Try it: In the data, find the word "Promise" and copy out every line that has it.

[Stored dataset items]
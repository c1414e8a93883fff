/**
 * The output side of the boundary: what `simulate(circuit)` (sim/analyses/simulate.ts) returns and what the
 * headless command prints. Shapes follow the circuit-file contract's "headless command" document; units are SI
 * (V, A, Ω, Hz, V/√Hz). A figure that does not apply, or would be −∞ or NaN, is `null`.
 */

/** A notice about the solution that is not an error: a device out of its intended region, a capsule gap closing. */
export interface SimWarning {
  message: string;
  part?: string;
  net?: string;
}

/** A value in an operating-point part record: a number (SI), a region name, or null where it does not apply. */
export type OpValue = number | string | null;

export interface OpResult {
  /** net name → DC voltage to ground, V */
  nets: Record<string, number>;
  /** part id → its DC figures (a source's `current`; a device's `region`, `id`, `gm`, …) */
  parts: Record<string, Record<string, OpValue>>;
  warnings: SimWarning[];
}

export interface AcResult {
  /** Hz, ascending */
  frequency: number[];
  /** V(plus) − V(minus) for the drive, real and imaginary parts, V */
  re: number[];
  im: number[];
  magnitude_db: number[];
  phase_deg: number[];
  warnings?: SimWarning[];
}

export interface NoiseResult {
  frequency: number[];
  /** V/√Hz */
  output_density: number[];
  /** part id → its contribution, V/√Hz */
  contributions: Record<string, number[]>;
  /** V */
  rms: number | null;
  rms_a_weighted: number | null;
  warnings?: SimWarning[];
}

export type Polarity = "non-inverting" | "inverting";

/** The headline numbers. Later analyses add entries (max_spl_db, settle_time_s, …); each is null where it does not apply. */
export interface Figures {
  gain_1khz_db?: number | null;
  sensitivity_v_per_pa?: number | null;
  sensitivity_db_re_1v_per_pa?: number | null;
  low_corner_hz?: number | null;
  high_corner_hz?: number | null;
  output_impedance_1khz_ohm?: number | null;
  polarity?: Polarity | null;
  self_noise_dba_spl?: number | null;
  [figure: string]: number | string | null | undefined | Record<string, unknown>;
}

/** The `transient` analysis (contract): every accepted time point, s; V(plus) − V(minus), V; probed nets, V. */
export interface TransientResult {
  time: number[];
  output: number[];
  nets: Record<string, number[]>;
  /** each capsule's polarisation V(diaphragm) − V(backplate) + electret_voltage against time, V */
  polarisation?: Record<string, number[]>;
  warnings?: SimWarning[];
}

/** One level of the `distortion` analysis (contract): `spl_db` or `level`, fundamental in peak volts. */
export interface DistortionPoint {
  spl_db?: number;
  level?: number;
  fundamental: number;
  /** harmonics 2 … 10 relative to the fundamental, dB */
  harmonics_db: number[];
  thd_percent: number;
  /** this level's warnings: a capsule gap closing, a waveform that did not settle */
  warnings?: SimWarning[];
}

/** The `ripple` analysis (contract): 20·log10 |Vout/Vsupply| at each frequency. */
export interface RippleResult {
  frequency: number[];
  rejection_db: number[];
  warnings?: SimWarning[];
}

/** Which device leaves its region first at max_spl_db, and how. */
export interface LimitedBy {
  part: string;
  /** the contract's words: "cut-off", "saturation", "gate conduction" or "grid conduction" */
  reason: string;
  /** the boundary in the device's own terms where the contract's word is ambiguous for it (a JFET's ohmic region) */
  detail?: string;
}

/** What `simulate` returns for one elaborated circuit. Keys of analyses that did not run are absent. */
export interface SimulationResult {
  op?: OpResult;
  ac?: AcResult;
  noise?: NoiseResult;
  figures: Figures;
  transient?: TransientResult;
  distortion?: DistortionPoint[];
  ripple?: RippleResult;
  /** Monte Carlo over the tolerances, when `analyses.spread` asks for it */
  spread?: SpreadResult;
}

export interface SweepPoint {
  /** the swept parameter's value, SI */
  value: number;
  figures: Figures;
}

export interface FigureStatistics {
  mean: number | null;
  sd: number | null;
  min: number | null;
  max: number | null;
  p5: number | null;
  p95: number | null;
}

export interface SpreadResult {
  /** runs asked for */
  runs: number;
  /** runs whose operating point or small-signal solve failed (left out of the statistics); absent when none */
  failed_runs?: number;
  figures: Record<string, FigureStatistics>;
  envelope?: { frequency: number[]; min_db: number[]; max_db: number[]; p5_db: number[]; p95_db: number[] };
  warnings?: SimWarning[];
}

export interface TargetCheck {
  figure: string;
  variant?: string;
  value: number | string | null;
  min?: number;
  max?: number;
  pass: boolean;
}

/** The one JSON document the headless command prints. */
export interface OutputDocument extends SimulationResult {
  sweep?: SweepPoint[];
  spread?: SpreadResult;
  checks?: TargetCheck[];
}

/** What the headless command prints on bad input (exit status 2). */
export interface ErrorDocument {
  error: { code: string; message: string; part?: string; net?: string; field?: string };
}
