import { readFileSync } from "node:fs";
import { describe, expect, it } from "vitest";
import { followerFile } from "./circuit/test-files";
import type { ElaboratedCircuit } from "./circuit/types";
import { SimError } from "./errors";
import type { SimulationResult } from "./results";
import { runCircuit } from "./run";
import { runWith, withFiniteNumbers } from "./runner";

const example = (name: string): unknown => JSON.parse(readFileSync(`sim/examples/${name}.json`, "utf8"));

/** A stand-in solver that records what it was asked and answers with the circuit's parameters as figures. */
function recordingSimulate() {
  const seen: ElaboratedCircuit[] = [];
  const simulate = (circuit: ElaboratedCircuit): SimulationResult => {
    seen.push(circuit);
    return {
      op: { nets: { "0": 0 }, parts: {}, warnings: [] },
      figures: { gain_1khz_db: circuit.parameters.VPOL, low_corner_hz: Number.NaN, high_corner_hz: Infinity },
    };
  };
  return { seen, simulate };
}

describe("runWith (orchestration)", () => {
  it("elaborates, checks and solves once, and replaces non-finite figures with null", () => {
    const { seen, simulate } = recordingSimulate();
    const document = runWith(simulate, followerFile());
    expect(seen).toHaveLength(1);
    expect(document.figures).toEqual({ gain_1khz_db: 60, low_corner_hz: null, high_corner_hz: null });
    expect(Object.keys(document)).toEqual(["op", "figures"]);
  });

  it("applies the variant", () => {
    const { simulate } = recordingSimulate();
    expect(runWith(simulate, followerFile(), { variant: "hotter bias" }).figures.gain_1khz_db).toBe(80);
  });

  it("repeats the other analyses for each sweep value, with the parameter overridden", () => {
    const { seen, simulate } = recordingSimulate();
    const file = followerFile({ analyses: { op: {}, sweep: { parameter: "VPOL", values: [40, "50", "0.1k"] } } });
    const document = runWith(simulate, file);
    expect(document.sweep?.map((point) => [point.value, point.figures.gain_1khz_db])).toEqual([
      [40, 40],
      [50, 50],
      [100, 100],
    ]);
    expect(seen).toHaveLength(4);
    for (const circuit of seen) expect(circuit.analyses.sweep).toBeUndefined();
  });

  it("stops at a structural problem before solving", () => {
    const { seen, simulate } = recordingSimulate();
    const file = followerFile({ output: { plus: "nowhere", minus: "0" } });
    expect(() => runWith(simulate, file)).toThrow(SimError);
    expect(seen).toHaveLength(0);
  });

  it("nulls NaN and infinities anywhere in a document", () => {
    expect(
      withFiniteNumbers({ a: [1, Number.NaN], b: { c: -Infinity }, d: "x", e: Float64Array.of(2, Infinity) }),
    ).toEqual({
      a: [1, null],
      b: { c: null },
      d: "x",
      e: [2, null],
    });
  });
});

describe("runCircuit on the examples (with the solver)", () => {
  it.each(["demo-microphone", "electret-jfet", "valve-transformer", "triode-emitter-follower", "bench-rc-divider"])(
    "%s gives op, ac and figures without NaN",
    (name) => {
      const document = runCircuit(example(name));
      expect(document.op).toBeDefined();
      expect(document.ac?.frequency.length).toBeGreaterThan(10);
      // noise runs where the file asks for it (of the examples, only the demo does); no example asks for a spread
      const asked = (example(name) as { analyses?: Record<string, unknown> }).analyses ?? {};
      expect(document.noise !== undefined).toBe("noise" in asked);
      if (document.noise) expect(document.noise.rms_a_weighted).toBeGreaterThan(0);
      expect(document.spread).toBeUndefined();
      expect(typeof document.figures.gain_1khz_db).toBe("number");
      expect(JSON.stringify(document)).not.toMatch(/NaN|Infinity/);
    },
  );

  it("demo: the JFET follower's operating point obeys the square law (textbook JFET equation)", () => {
    const document = runCircuit(example("demo-microphone"));
    const nets = document.op?.nets ?? {};
    // Shockley: Id = Idss·(1 − Vgs/Vp)²·(1 + λ·Vds), with Id = Vs/Rs; values from the demo file
    const idss = 4e-3;
    const vp = -2;
    const lambda = 0.01;
    const rs = 4700;
    const vg = nets.g;
    const vs = nets.s;
    const vgs = vg - vs;
    const expectedId = idss * (1 - vgs / vp) ** 2 * (1 + lambda * (nets.vdd - vs));
    expect(vg).toBeCloseTo(6, 6); // a 10 MΩ / 10 MΩ divider of 12 V, no gate current
    expect(vs / rs / expectedId).toBeCloseTo(1, 6);
  });

  it("bench: 1 mA into 1 kΩ is 1 V (Ohm's law), and the sweep moves the RC corner", () => {
    const document = runCircuit(example("bench-rc-divider"));
    expect(document.op?.nets.out).toBeCloseTo(1, 9);
    const corners = document.sweep?.map((point) => point.figures.high_corner_hz as number) ?? [];
    expect(document.sweep?.map((point) => point.value)).toEqual([4700, 10_000, 22_000]);
    expect(corners[0]).toBeGreaterThan(corners[1]);
    expect(corners[1]).toBeGreaterThan(corners[2]);
    expect(document.sweep?.[1].figures).toEqual(document.figures);
  });

  it("a capsule's sensitivity scales with its polarisation (the contract's capsule equation)", () => {
    const base = runCircuit(example("demo-microphone")).figures.sensitivity_v_per_pa as number;
    const hotter = runCircuit(example("demo-microphone"), { variant: "hotter bias" }).figures
      .sensitivity_v_per_pa as number;
    expect(hotter / base).toBeCloseTo(80 / 60, 6);
  });
});
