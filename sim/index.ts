/**
 * The engine's public API: read a circuit file (`elaborate`, the schema and the per-field parser the part sheet's
 * forms use), check its structure, solve it (`simulate`), and produce the headless command's document
 * (`runCircuit`). Pure TypeScript: it runs in the browser's worker and on the server alike.
 */
export { simulate } from "./analyses/simulate";
export { DEFAULT_AC_GRID, DEFAULT_AC_PRESSURE_PA, DEFAULT_NOISE_GRID } from "./circuit/analyses";
export { type ElaborateOptions, elaborate } from "./circuit/elaborate";
export { type FieldOptions, type FieldResult, parseFieldValue, partValuesSchema } from "./circuit/field";
export { countFrequencies, expandFrequencies, logGrid } from "./circuit/frequencies";
export { parseCircuitJson } from "./circuit/json";
export { KIND_SPECS, type KindSpec, type ValueSpec } from "./circuit/kinds";
export { evaluateParameters } from "./circuit/parameters";
export { QUANTITIES, type Quantity, type QuantityName } from "./circuit/quantities";
export {
  type CircuitFile,
  type CircuitPart,
  circuitFileSchema,
  type FileValidation,
  parseCircuitFile,
  validateCircuitFile,
  valueInputSchema,
} from "./circuit/schema";
export { checkTopology } from "./circuit/topology";
export * from "./circuit/types";
export { parseLiteral, parseTolerance, SI_PREFIXES } from "./circuit/values";
export { isSimError, SimError, type SimErrorCode, type SimErrorJson } from "./errors";
export type * from "./results";
export { runCircuit } from "./run";
export { type RunOptions, runWith, type Simulate, withFiniteNumbers } from "./runner";
export {
  allPass,
  BASE_VARIANT,
  checkTarget,
  checkTargets,
  type FiguresByVariant,
  variantsNeeded,
} from "./analyses/targets";
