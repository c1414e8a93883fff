/**
 * The headless command's `--check` (contract: "The headless command"): the document gains `checks` when the file has
 * targets; with --check the exit status is 1 when any target fails and 0 when all pass. The demo microphone's own
 * figures (printed by the command without targets) set the limits, so each case is on one side of a real value.
 */
import { spawn } from "node:child_process";
import { mkdtempSync, readFileSync, rmSync, writeFileSync } from "node:fs";
import { tmpdir } from "node:os";
import path from "node:path";
import { afterAll, beforeAll, describe, expect, it } from "vitest";

const TSX = path.resolve("node_modules/.bin/tsx");
const CLI = path.resolve("sim/cli.ts");
const dir = mkdtempSync(path.join(tmpdir(), "backplate-check-"));
const CLI_TIMEOUT_MS = 180_000;

function cli(...args: string[]): Promise<{ status: number | null; document: Record<string, unknown> }> {
  return new Promise((resolve, reject) => {
    const child = spawn(TSX, [CLI, ...args], { stdio: ["ignore", "pipe", "pipe"] });
    let stdout = "";
    child.stdout.on("data", (chunk) => {
      stdout += chunk;
    });
    child.on("error", reject);
    child.on("close", (status) => resolve({ status, document: JSON.parse(stdout) }));
  });
}

const demo = JSON.parse(readFileSync("sim/examples/demo-microphone.json", "utf8"));
let figures: Record<string, number>;
let padFigures: Record<string, number>;

function fileWith(targets: unknown[]): string {
  const file = path.join(dir, `targets-${Math.random().toString(36).slice(2)}.json`);
  writeFileSync(file, JSON.stringify({ ...demo, targets }));
  return file;
}

beforeAll(async () => {
  const [base, pad] = await Promise.all([
    cli("sim/examples/demo-microphone.json"),
    cli("sim/examples/demo-microphone.json", "--variant", "pad"),
  ]);
  figures = base.document.figures as Record<string, number>;
  padFigures = pad.document.figures as Record<string, number>;
  expect(base.document.checks).toBeUndefined();
}, CLI_TIMEOUT_MS);

afterAll(() => rmSync(dir, { recursive: true, force: true }));

describe("sim --check", () => {
  it(
    "exits 0 and prints passing checks when every target is met",
    async () => {
      const file = fileWith([
        { figure: "low_corner_hz", max: figures.low_corner_hz * 1.1 },
        { figure: "sensitivity_db_re_1v_per_pa", min: padFigures.sensitivity_db_re_1v_per_pa - 1, variant: "pad" },
      ]);
      const run = await cli(file, "--check");
      expect(run.status).toBe(0);
      expect(run.document.checks).toEqual([
        { figure: "low_corner_hz", value: figures.low_corner_hz, max: figures.low_corner_hz * 1.1, pass: true },
        {
          figure: "sensitivity_db_re_1v_per_pa",
          variant: "pad",
          value: padFigures.sensitivity_db_re_1v_per_pa,
          min: padFigures.sensitivity_db_re_1v_per_pa - 1,
          pass: true,
        },
      ]);
    },
    CLI_TIMEOUT_MS,
  );

  it(
    "exits 1 on a failed target with --check, 0 without it, and fails a figure that is null",
    async () => {
      const file = fileWith([
        { figure: "low_corner_hz", max: figures.low_corner_hz * 0.9 },
        { figure: "max_spl_db", min: 120 },
      ]);
      const [checked, plain] = await Promise.all([cli(file, "--check"), cli(file)]);
      expect(checked.status).toBe(1);
      expect(plain.status).toBe(0);
      const checks = checked.document.checks as { pass: boolean; value: unknown }[];
      expect(checks.map((c) => c.pass)).toEqual([false, false]);
      expect(checks[1].value).toBeNull();
      expect(checked.document.figures).toBeDefined();
    },
    CLI_TIMEOUT_MS,
  );

  it(
    "refuses a target for a variant the file does not have, with exit 2",
    async () => {
      const run = await cli(fileWith([{ figure: "low_corner_hz", max: 20, variant: "louder" }]), "--check");
      expect(run.status).toBe(2);
      expect((run.document.error as { message: string }).message).toContain('no variant "louder"');
    },
    CLI_TIMEOUT_MS,
  );
});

Output of the task:
function cli(...args: string[]): Promise<{ status: number | null; document: Record<string, unknown> }> {
  return new Promise((resolve, reject) => {
  const [base, pad] = await Promise.all([
      const [checked, plain] = await Promise.all([cli(file, "--check"), cli(file)]);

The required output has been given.